Patients' fertility can be affected both during cancer treatment – when an unplanned pregnancy could be a serious problem – and later, if the cancer treatment causes infertility. For patients who want to have children, this can be devastating. But new advances are giving hope – and options – to patients who want to have children.
Here Terri Woodard, M.D., who leads the MD Anderson Oncofertility Consult Service, answers 10 questions she often gets about fertility and cancer.
1. Can cancer treatment cause infertility?
Some cancer treatments can, while others do not. The most common types of treatments that affect fertility include surgery that involves removal of the reproductive organs, certain types of chemotherapy and radiation to the abdomen and pelvis. We do not know how some newer treatments may affect fertility.
2. How will cancer treatment affect my fertility?
How cancer treatment affects your fertility depends on many things, including the type of treatment you receive, your age and your current fertility status. Some people might be temporarily infertile while others may have permanent infertility. Your doctor can help estimate your individual risk.
3. How long will we need to prevent pregnancy during cancer treatment?

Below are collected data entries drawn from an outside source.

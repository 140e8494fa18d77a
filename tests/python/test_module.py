"""The stepframe Python module: projects as paths or dicts, results as dicts,
progress and cancellation through a Python callable.

Run by ctest with the system interpreter and PYTHONPATH set to the build's
python/ folder; STEPFRAME_TEST_DATA names tests/data.
"""
import os
import pathlib
import tempfile
import unittest

import stepframe

DATA = pathlib.Path(os.environ["STEPFRAME_TEST_DATA"])
# One 6 m edge along X, name "IPE 300", layer BEAMS, in mm: written with
# geometry::write_step_wireframe exactly as the C++ tests write their beam.
BEAM = DATA / "beam_6m_ipe300_mm.stp"

SPAN = 6.0      # m
E = 210e9       # Pa, EN 1993-1-1 3.2.6
W = 10e3        # N/m
# IPE 300, EN 10365 tabulated values (from memory): Iy = 8356 cm4, Wel,y = 557.1 cm3.
IY = 8356e-8    # m4
WY = 557.1e-6   # m3


def beam_project(model=str(BEAM), fix_end=("uy", "uz", "rx")):
    """The simply supported beam under 10 kN/m as a dict with the project file's keys."""
    return {
        "model": model,
        "units": {"length": "m", "force": "kN", "stress": "MPa", "line_load": "kN/m"},
        "rules": [{"where": {}, "material": "S355"}],
        "supports": [{"where": {"x": 0}, "fix": ["ux", "uy", "uz", "rx"]},
                     {"where": {"x": 6}, "fix": list(fix_end)}],
        "cases": [{"name": "W", "member_loads": [{"where": {"layer": "BEAMS"}, "w": [0, 0, -10]}]}],
        "checks": {"stress": {"combinations": ["W"]}},
    }


class RunTest(unittest.TestCase):
    def test_dict_project_matches_the_handbook_beam(self):
        # Simply supported beam under uniform load: midspan deflection 5 w L^4 / (384 E I) and
        # moment w L^2 / 8 (Roark's Formulas for Stress and Strain, Table 8.1 case 2e).
        run = stepframe.run(beam_project())
        self.assertEqual(run["exit_status"], stepframe.PASS, run["message"])
        self.assertEqual(run["message"], "")
        results = run["results"]
        self.assertEqual(results["schema"], "stepframe-results/1")
        self.assertEqual(results["members"][0]["section"], "IPE300")
        member = results["results"][0]["members"][0]
        self.assertAlmostEqual(member["max_local_deflection"] / (5 * W * SPAN**4 / (384 * E * IY)), 1.0, delta=0.01)
        self.assertAlmostEqual(member["max_abs_stress"] / (W * SPAN**2 / 8 / WY), 1.0, delta=0.01)
        vertical = sum(r["force"][2] for r in results["results"][0]["reactions"])
        self.assertAlmostEqual(vertical, W * SPAN, delta=1e-6 * W * SPAN)  # equilibrium
        self.assertEqual(run["files"], [])

    def test_path_project_writes_files_and_reports_progress(self):
        with tempfile.TemporaryDirectory() as tmp:
            project = pathlib.Path(tmp) / "beam.yaml"
            project.write_text(
                f"model: {BEAM}\n"
                "units: {length: m, force: kN, stress: MPa, line_load: kN/m}\n"
                "rules: [{where: {}, material: S355}]\n"
                "supports:\n  - {where: {x: 0}, fix: [ux, uy, uz, rx]}\n  - {where: {x: 6}, fix: [uy, uz, rx]}\n"
                "cases:\n  - name: W\n    member_loads: [{where: {layer: BEAMS}, w: [0, 0, -10]}]\n")
            seen = []
            run = stepframe.run(project, out_dir=pathlib.Path(tmp) / "out",
                                progress=lambda stage, f: seen.append((stage, f)))
            self.assertEqual(run["exit_status"], stepframe.PASS, run["message"])
            self.assertTrue((pathlib.Path(tmp) / "out" / "results.json").exists())
            names = {pathlib.Path(f).name for f in run["files"]}
            self.assertTrue({"results.json", "W.vtu"} <= names, names)
            stages = []
            for stage, fraction in seen:
                self.assertTrue(0.0 <= fraction <= 1.0)
                if not stages or stages[-1] != stage:
                    stages.append(stage)
            self.assertEqual(stages, ["project", "geometry", "wireframe", "model", "assembly", "factorisation", "recovery",
                                      "checks", "buckling", "checks", "vtk", "tables", "results.json", "report"])
            self.assertIn("PASS", run["summary"])

    def test_progress_returning_false_cancels(self):
        with tempfile.TemporaryDirectory() as tmp:
            run = stepframe.run(beam_project(), out_dir=tmp + "/out",
                                progress=lambda stage, f: stage != "factorisation")
            self.assertEqual(run["exit_status"], stepframe.CANCELLED)
            self.assertIn("cancelled", run["message"])
            self.assertFalse(os.path.exists(tmp + "/out/results.json"))

    def test_an_exception_in_progress_cancels_and_is_raised(self):
        def failing(stage, fraction):
            if stage == "model":
                raise ZeroDivisionError("from the callback")
        with self.assertRaises(ZeroDivisionError):
            stepframe.run(beam_project(), progress=failing)

    def test_bad_input_and_unstable_frames_have_their_statuses(self):
        project = beam_project()
        project["colour_scheme"] = "blue"
        run = stepframe.run(project)
        self.assertEqual(run["exit_status"], stepframe.BAD_INPUT)
        self.assertIn("unknown key 'colour_scheme'", run["message"])
        self.assertEqual(run["results"]["status"], "error")

        project = beam_project(fix_end=("uy", "uz"))
        project["supports"][0]["fix"] = ["ux", "uy", "uz"]  # twist free at both ends
        run = stepframe.run(project)
        self.assertEqual(run["exit_status"], stepframe.UNSTABLE)
        self.assertIn("rx", run["message"])

    def test_log_goes_to_the_callable(self):
        lines = []
        run = stepframe.run(beam_project(), log=lambda level, message: lines.append((level, message)))
        self.assertEqual(run["exit_status"], stepframe.PASS, run["message"])
        self.assertTrue(any(level == "info" and "1 members, 2 nodes" in message for level, message in lines), lines)

    def test_relative_model_is_found_in_base_dir(self):
        run = stepframe.run(beam_project(model=BEAM.name), base_dir=str(DATA))
        self.assertEqual(run["exit_status"], stepframe.PASS, run["message"])


    def test_step_text_held_in_memory(self):
        from_file = stepframe.run(beam_project())
        run = stepframe.run(beam_project(model="not-on-disk.stp"), step_text=BEAM.read_text())
        self.assertEqual(run["exit_status"], stepframe.PASS, run["message"])
        self.assertEqual(run["results"]["results"], from_file["results"]["results"])


class InspectTest(unittest.TestCase):
    def test_inspect(self):
        info = stepframe.inspect(BEAM)
        self.assertEqual(info["member_count"], 1)
        self.assertEqual(info["node_count"], 2)
        self.assertEqual(info["length_unit"], "mm")
        self.assertEqual(info["attributes"]["layer"], {"BEAMS": 1})
        self.assertAlmostEqual(info["bounding_box"]["max"][0], SPAN)
        with self.assertRaises(ValueError):
            stepframe.inspect(DATA / "no-such-file.stp")

    def test_inspect_project(self):
        # The rules give the beam a section but no material: inspect lists the member as unassigned.
        with tempfile.TemporaryDirectory() as scratch:
            project = pathlib.Path(scratch) / "beam.yaml"
            project.write_text(
                f"model: {BEAM}\n"
                "rules:\n  - where: {layer: BEAMS}\n    section: IPE 300\n"
                "cases: [{name: G, self_weight: true}]\n")
            info = stepframe.inspect(project)
            self.assertEqual(info["member_count"], 1)
            self.assertEqual(len(info["unassigned_members"]), 1)
            self.assertEqual(info["unassigned_members"][0]["missing"], ["material"])
            project.write_text("model: nowhere.stp\ncases: [{name: G, self_weight: true}]\n")
            with self.assertRaises(ValueError):
                stepframe.inspect(project)

    def test_version(self):
        self.assertRegex(stepframe.__version__, r"^\d+\.\d+\.\d+$")


if __name__ == "__main__":
    unittest.main(verbosity=2)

You should abstain or use a reliable form of birth control while you are receiving cancer treatment. You also shouldn’t try to conceive within six months of finishing chemotherapy because it may increase the chances of miscarriage or having a baby with a genetic complication.
4. After cancer treatment, how long should I wait to conceive?

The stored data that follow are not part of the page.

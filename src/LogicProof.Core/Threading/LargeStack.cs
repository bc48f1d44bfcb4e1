using System.Globalization;
using System.Runtime.ExceptionServices;

namespace LogicProof.Core.Threading;

/// <summary>
/// Runs a function on a dedicated thread with a 512 MB stack. Syntax trees of long flat chains
/// (<c>a AND b AND c ...</c>) are deep left spines, and every recursive pass over them needs far more stack than a
/// default thread has; a stack overflow cannot be caught in .NET, so deep passes run here instead.
/// The caller's culture is carried over, the caller waits for the result, and an exception thrown by the function
/// is rethrown to the caller with its original stack trace. A call made while already on such a thread runs inline.
/// </summary>
public static class LargeStack
{
    private const int StackBytes = 512 * 1024 * 1024;

    [ThreadStatic]
    private static bool _onLargeStack;

    public static T Run<T>(Func<T> function)
    {
        ArgumentNullException.ThrowIfNull(function);
        if (_onLargeStack)
        {
            return function();
        }

        var culture = CultureInfo.CurrentCulture;
        var uiCulture = CultureInfo.CurrentUICulture;
        T result = default!;
        ExceptionDispatchInfo? failure = null;
        var thread = new Thread(
            () =>
            {
                _onLargeStack = true;
                CultureInfo.CurrentCulture = culture;
                CultureInfo.CurrentUICulture = uiCulture;
                try
                {
                    result = function();
                }
                catch (Exception ex)
                {
                    failure = ExceptionDispatchInfo.Capture(ex);
                }
            },
            StackBytes)
        {
            IsBackground = true,
            Name = "LogicProof large stack",
        };
        thread.Start();
        thread.Join();
        failure?.Throw();
        return result;
    }
}
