@dataclass(frozen=True)
class Fit:
    """Least-squares fit of a curve family to tone levels.

    Attributes
    ----------
    kind : str
        ``"tape"`` or ``"disc"``.
    parameters : tuple of Parameter
    spec : str
        The fitted playback curve as ``tc:ZEROS/POLES`` text (4 significant
        digits), usable wherever a CURVE is accepted.
    curve : Curve
        The same, parsed.
    gain_db : float
        Level the tones would read at 1 kHz (the common gain).
    rms_db : float
        RMS of the residuals.
    residuals_db : ndarray
        Measured minus fitted level per tone.
    """

    kind: str
    parameters: tuple[Parameter, ...]
    spec: str
    curve: Curve
    gain_db: float
    rms_db: float
    residuals_db: np.ndarray

    def to_dict(self) -> dict[str, Any]:
        """JSON-ready fields."""
        return {"kind": self.kind, "curve": self.spec, "gain_db": self.gain_db, "rms_db": self.rms_db,
                "parameters": [p.to_dict() for p in self.parameters],
                "residuals_db": [float(r) for r in self.residuals_db]}


@dataclass(frozen=True)
class Match:
    """A catalog curve (or several with identical shape) scored against the tones.

    Attributes
    ----------
    rank : int
        1 for the best; curves of identical shape share one Match.
    names : tuple of str
        Every candidate with this shape (equal time constants under several
        names, and speed variants that coincide, e.g. ``iec-7.5ips@x2`` =
        ``iec-15ips``).  Catalog aliases are not listed separately.
    kind : str
        Catalog kind of the first name.
    curve : Curve
        The first candidate's curve.
    rms_db : float
        RMS level error after the best common gain.
    max_abs_db : float
        Largest absolute error after that gain.
    gain_db : float
        The best common gain (level the tones would read at 1 kHz).
    """

    rank: int
    names: tuple[str, ...]
    kind: str
    curve: Curve
    rms_db: float
    max_abs_db: float
    gain_db: float

    def to_dict(self) -> dict[str, Any]:
        """JSON-ready fields."""
        return {"rank": self.rank, "names": list(self.names), "kind": self.kind,
                "curve": self.curve.tc_spec() if _all_real(self.curve) else self.curve.name,
                "rms_db": self.rms_db, "max_abs_db": self.max_abs_db, "gain_db": self.gain_db}
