"""Compiled inner loops of dspeq (the only module that uses numba).

Every loop is written as a plain Python function and compiled lazily, on
its first call, with ``numba.njit(nogil=True, cache=True)``: importing dspeq
compiles nothing, and the pure-Python originals stay available (as the
``py_func`` attribute of each kernel) so tests can compare the two.

Floating point is strict: no ``fastmath``, no reassociation, no FMA
contraction, so the float64 filter output is bit-identical to
:func:`scipy.signal.sosfilt`, which evaluates the same Direct Form II
transposed recursion in the same order::

    y      = b0 * x + z0
    z0     = (b1 * x - a1 * y) + z1
    z1     = b2 * x - a2 * y

Speed
-----
The recursion is a dependency chain: each sample of a section needs the
previous one through a multiply and three additions, about 13 cycles on
current x86 cores, whatever the code around it. A single channel therefore
runs at that latency (about 2x :func:`scipy.signal.sosfilt`, whose C loop
adds its own overhead to the same chain; "Fast path" below trades
bit-identity for a way around it). Independent channels are where
the speed comes from: the generated loops hold every coefficient and state
in local variables and process up to :data:`GROUP_LANES` channels in the
same iteration, so their chains overlap, and they are compiled with LLVM's
SLP vectorizer on, which packs the channels of a group into SIMD registers
(lane-wise IEEE operations, so the results are unchanged). The one-channel
loop is compiled without it: there the vectorizer packs the statements of
different sections into one register, which chains the sections'
recursions together (measured: twice the time of the scalar loop). Indices are
unsigned so that no negative-index wraparound code sits in the loop. Frames
are processed in chunks of :data:`FLUSH_EVERY`, every group of a chunk
before the next chunk, which keeps the data in the L1/L2 cache for any
channel count. Every frame (or step of the fast loop) asks for the cache
lines :data:`PREFETCH_AHEAD` samples ahead in its input and output
(``llvm.prefetch``; a no-op in the pure-Python loops): the hardware
prefetcher alone left the loops waiting for memory on blocks out of the
cache on some machines.

Compile cache
-------------
``cache=True`` makes numba store machine code on disk. numba looks for a
writable place in this order: ``$NUMBA_CACHE_DIR``, ``__pycache__`` beside
this file, then the per-user cache directory (``~/.cache/numba``). When none
is writable (a read-only install run by a user without a home directory, as
on some cluster workers), numba refuses to create the kernel. dspeq then
sets ``NUMBA_CACHE_DIR`` to ``<tempdir>/dspeq-numba-cache-<uid>`` and tries
again; if even that fails it compiles without a disk cache. Set
``NUMBA_CACHE_DIR`` yourself to choose the place.

The SOS loops are generated from a template (one per number of sections,
output stage and rounding); their code objects carry this file's name and
a name that spells out every generation parameter, so numba's cache keys
them to this file's content and discards them whenever it changes.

Determining when it is OK to conceive requires thoughtful discussion between you and your health care team. The timing varies between patients and types of cancer. Generally, women should wait at least two years before trying to conceive. This allows enough time for you to get beyond the window of an early cancer recurrence and allows your body to recover from the effects of treatment. If your cancer treatment has caused late effects that might make handling pregnancy more difficult, it may be recommended that you see a maternal-fetal medicine specialist prior to trying to conceive.
5. My partner is pregnant. Is there any reason to avoid sex during my cancer treatment?

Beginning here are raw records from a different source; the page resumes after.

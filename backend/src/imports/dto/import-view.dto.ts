import { ApiProperty, ApiPropertyOptional } from '@nestjs/swagger';
import type {
  CatchImportPreview,
  CatchImportResult,
  CatchImportRow,
  CatchDuplicateOf,
  DuplicateOf,
  FindImportPreview,
  FindImportResult,
  FindImportRow,
  FindKind,
  ImportRowError,
} from '@shoalbook/shared';
import { FIND_KINDS } from '@shoalbook/shared';

const nullableNumber = { type: Number, nullable: true } as const;

export class DuplicateOfDto implements DuplicateOf {
  @ApiProperty({ type: String, format: 'uuid', nullable: true }) findId: string | null;
  @ApiProperty() name: string;
  @ApiProperty({ description: 'm' }) distanceM: number;
  @ApiPropertyOptional({ description: 'the match is an earlier row of the same file' }) inFile?: boolean;
  @ApiPropertyOptional() rowIndex?: number;
}

export class FindImportRowDto implements FindImportRow {
  @ApiProperty() index: number;
  @ApiProperty() name: string;
  @ApiProperty(nullableNumber) lat: number | null;
  @ApiProperty(nullableNumber) lon: number | null;
  @ApiProperty({ type: String, format: 'date-time', nullable: true }) markedAt: string | null;
  @ApiProperty(nullableNumber) depthFt: number | null;
  @ApiProperty({
    enum: FIND_KINDS,
    nullable: true,
    description: "the kind the file's <type> names; null: the import's kind applies",
  })
  kind: FindKind | null;
  @ApiProperty({ description: "the waypoint's <desc>, kept as the find's notes" }) notes: string;
  @ApiProperty({ type: String, nullable: true }) error: string | null;
  @ApiProperty({ type: DuplicateOfDto, nullable: true }) duplicateOf: DuplicateOfDto | null;
}

export class FindImportPreviewDto implements FindImportPreview {
  @ApiProperty({ type: [FindImportRowDto] }) rows: FindImportRowDto[];
  @ApiProperty() accepted: number;
  @ApiProperty() rejected: number;
  @ApiProperty() duplicates: number;
}

export class ImportRowErrorDto implements ImportRowError {
  @ApiProperty() index: number;
  @ApiPropertyOptional({ description: '1-based CSV line (header = 1)' }) line?: number;
  @ApiPropertyOptional() field?: string;
  @ApiProperty() message: string;
}

export class FindImportResultDto implements FindImportResult {
  @ApiProperty() imported: number;
  @ApiProperty() skipped: number;
  @ApiProperty({ type: [ImportRowErrorDto] }) errors: ImportRowErrorDto[];
}

export class FieldMessageDto {
  @ApiProperty() field: string;
  @ApiProperty() message: string;
}

export class CatchDuplicateOfDto implements CatchDuplicateOf {
  @ApiProperty({ type: String, format: 'uuid', nullable: true, description: 'the logged catch; null: an earlier line' })
  catchId: string | null;
  @ApiPropertyOptional({ description: 'the earlier line of the same file' }) line?: number;
}

export class CatchImportRowDto implements CatchImportRow {
  @ApiProperty() index: number;
  @ApiProperty() line: number;
  @ApiProperty({ type: String, format: 'date-time', nullable: true }) caughtAt: string | null;
  @ApiProperty({ type: String, nullable: true }) species: string | null;
  @ApiProperty(nullableNumber) weightLb: number | null;
  @ApiProperty(nullableNumber) lengthIn: number | null;
  @ApiProperty({ type: String, format: 'uuid', nullable: true }) findId: string | null;
  @ApiProperty(nullableNumber) attributionDistanceM: number | null;
  @ApiProperty() weightFlagged: boolean;
  @ApiProperty({ type: () => CatchDuplicateOfDto, nullable: true }) duplicateOf: CatchDuplicateOfDto | null;
  @ApiProperty({ type: [FieldMessageDto] }) errors: FieldMessageDto[];
}

export class CatchImportPreviewDto implements CatchImportPreview {
  @ApiProperty({ type: [CatchImportRowDto] }) rows: CatchImportRowDto[];
  @ApiProperty() accepted: number;
  @ApiProperty() rejected: number;
  @ApiProperty({ description: 'rows repeating a logged catch or an earlier line; skipped on import' })
  duplicates: number;
}

export class CatchImportResultDto implements CatchImportResult {
  @ApiProperty() imported: number;
  @ApiProperty({ description: 'rows skipped as duplicates' }) skipped: number;
  @ApiProperty({ type: [ImportRowErrorDto] }) errors: ImportRowErrorDto[];
}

Chemotherapy can be excreted in semen and vaginal secretions, so a condom should be used to prevent your partner from being exposed to it. It is possible that exposure could cause fetal abnormalities. If your white blood cell counts or platelet counts are low, your oncologist may advise you to abstain from intercourse because you may be at increased risk for infection or bleeding.
6. What fertility preservation options are available for women preparing for cancer treatment?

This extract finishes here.